[RECORDED INFORMATION — start]

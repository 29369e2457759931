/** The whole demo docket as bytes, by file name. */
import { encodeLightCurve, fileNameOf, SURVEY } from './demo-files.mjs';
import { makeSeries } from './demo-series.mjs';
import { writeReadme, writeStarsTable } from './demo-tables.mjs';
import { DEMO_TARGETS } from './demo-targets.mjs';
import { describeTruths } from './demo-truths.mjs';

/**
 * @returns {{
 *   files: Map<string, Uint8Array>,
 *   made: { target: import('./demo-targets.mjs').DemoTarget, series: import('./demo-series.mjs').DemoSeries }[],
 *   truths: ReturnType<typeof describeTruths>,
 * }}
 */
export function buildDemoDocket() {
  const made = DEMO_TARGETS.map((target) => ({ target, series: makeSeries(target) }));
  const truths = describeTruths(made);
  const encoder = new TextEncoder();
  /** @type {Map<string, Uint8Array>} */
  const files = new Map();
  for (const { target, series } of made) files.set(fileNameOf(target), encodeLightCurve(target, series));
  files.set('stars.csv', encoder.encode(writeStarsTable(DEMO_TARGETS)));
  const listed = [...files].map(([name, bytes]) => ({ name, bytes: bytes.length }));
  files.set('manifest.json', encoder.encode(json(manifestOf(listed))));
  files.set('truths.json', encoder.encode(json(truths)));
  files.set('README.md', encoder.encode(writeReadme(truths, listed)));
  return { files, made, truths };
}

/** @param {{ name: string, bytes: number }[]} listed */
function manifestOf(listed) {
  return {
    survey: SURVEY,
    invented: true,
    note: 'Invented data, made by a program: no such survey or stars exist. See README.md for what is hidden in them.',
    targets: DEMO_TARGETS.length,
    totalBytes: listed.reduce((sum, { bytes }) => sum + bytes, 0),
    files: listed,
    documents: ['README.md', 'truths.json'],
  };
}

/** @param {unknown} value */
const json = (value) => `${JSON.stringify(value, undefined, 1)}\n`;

[RECORDED INFORMATION — finish]
[RECORDED INFORMATION — start]

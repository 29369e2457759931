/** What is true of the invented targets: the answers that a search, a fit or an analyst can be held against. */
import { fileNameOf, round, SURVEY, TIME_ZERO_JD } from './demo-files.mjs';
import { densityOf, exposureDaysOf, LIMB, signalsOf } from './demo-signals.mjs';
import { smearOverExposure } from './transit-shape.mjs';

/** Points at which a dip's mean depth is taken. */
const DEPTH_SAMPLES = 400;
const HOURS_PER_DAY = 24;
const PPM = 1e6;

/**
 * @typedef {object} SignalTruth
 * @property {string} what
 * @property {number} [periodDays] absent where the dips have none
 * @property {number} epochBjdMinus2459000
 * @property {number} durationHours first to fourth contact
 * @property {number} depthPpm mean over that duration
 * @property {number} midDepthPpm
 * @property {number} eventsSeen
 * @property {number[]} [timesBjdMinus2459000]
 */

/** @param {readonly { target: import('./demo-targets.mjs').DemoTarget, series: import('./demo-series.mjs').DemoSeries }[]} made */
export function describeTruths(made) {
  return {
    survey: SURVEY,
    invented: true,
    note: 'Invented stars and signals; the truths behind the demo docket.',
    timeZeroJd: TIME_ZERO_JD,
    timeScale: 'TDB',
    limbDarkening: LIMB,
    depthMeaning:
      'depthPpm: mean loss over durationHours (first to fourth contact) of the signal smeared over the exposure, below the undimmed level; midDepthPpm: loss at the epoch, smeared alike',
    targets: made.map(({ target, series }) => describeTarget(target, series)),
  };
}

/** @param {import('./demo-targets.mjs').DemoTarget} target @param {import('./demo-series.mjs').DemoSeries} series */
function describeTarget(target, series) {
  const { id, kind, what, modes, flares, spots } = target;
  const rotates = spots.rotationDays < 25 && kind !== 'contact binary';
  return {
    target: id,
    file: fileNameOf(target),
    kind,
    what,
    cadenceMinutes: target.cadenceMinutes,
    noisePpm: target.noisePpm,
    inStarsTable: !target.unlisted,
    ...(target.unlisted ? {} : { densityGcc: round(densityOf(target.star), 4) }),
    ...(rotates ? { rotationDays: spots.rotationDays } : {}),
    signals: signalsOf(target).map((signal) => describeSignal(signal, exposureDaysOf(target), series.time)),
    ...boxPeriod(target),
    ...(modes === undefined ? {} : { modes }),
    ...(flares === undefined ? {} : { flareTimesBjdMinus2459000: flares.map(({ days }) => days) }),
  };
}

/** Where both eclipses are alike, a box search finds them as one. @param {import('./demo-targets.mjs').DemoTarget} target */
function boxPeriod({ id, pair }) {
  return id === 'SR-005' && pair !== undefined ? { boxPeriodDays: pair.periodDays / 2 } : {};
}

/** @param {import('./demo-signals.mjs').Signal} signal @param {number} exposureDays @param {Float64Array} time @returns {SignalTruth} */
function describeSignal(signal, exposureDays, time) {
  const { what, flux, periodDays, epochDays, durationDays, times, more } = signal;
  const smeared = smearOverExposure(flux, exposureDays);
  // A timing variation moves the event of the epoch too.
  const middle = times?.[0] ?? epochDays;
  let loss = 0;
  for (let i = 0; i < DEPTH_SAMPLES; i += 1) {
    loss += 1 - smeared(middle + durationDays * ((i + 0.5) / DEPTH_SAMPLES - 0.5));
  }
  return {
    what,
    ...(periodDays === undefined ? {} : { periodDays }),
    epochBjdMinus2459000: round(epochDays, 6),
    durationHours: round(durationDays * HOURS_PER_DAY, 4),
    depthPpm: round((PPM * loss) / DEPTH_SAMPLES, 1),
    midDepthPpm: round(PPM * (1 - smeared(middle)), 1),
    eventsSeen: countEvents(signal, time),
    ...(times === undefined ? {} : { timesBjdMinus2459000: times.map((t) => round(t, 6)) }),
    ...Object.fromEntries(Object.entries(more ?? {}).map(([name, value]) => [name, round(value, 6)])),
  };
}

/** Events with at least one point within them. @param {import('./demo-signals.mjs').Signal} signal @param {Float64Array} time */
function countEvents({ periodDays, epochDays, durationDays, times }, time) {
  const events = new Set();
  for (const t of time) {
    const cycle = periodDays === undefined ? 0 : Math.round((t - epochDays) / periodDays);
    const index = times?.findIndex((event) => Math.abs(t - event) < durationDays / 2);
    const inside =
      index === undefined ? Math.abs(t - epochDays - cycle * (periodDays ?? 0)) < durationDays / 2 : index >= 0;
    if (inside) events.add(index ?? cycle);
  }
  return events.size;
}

[RECORDED INFORMATION — finish]

* [TASK DESCRIPTION]
Show every line from the listing above in which the string "durationHours" appears.

* [RESPONSE AREA]
 * @property {number} durationHours first to fourth contact
      'depthPpm: mean loss over durationHours (first to fourth contact) of the signal smeared over the exposure, below the undimmed level; midDepthPpm: loss at the epoch, smeared alike',
    durationHours: round(durationDays * HOURS_PER_DAY, 4),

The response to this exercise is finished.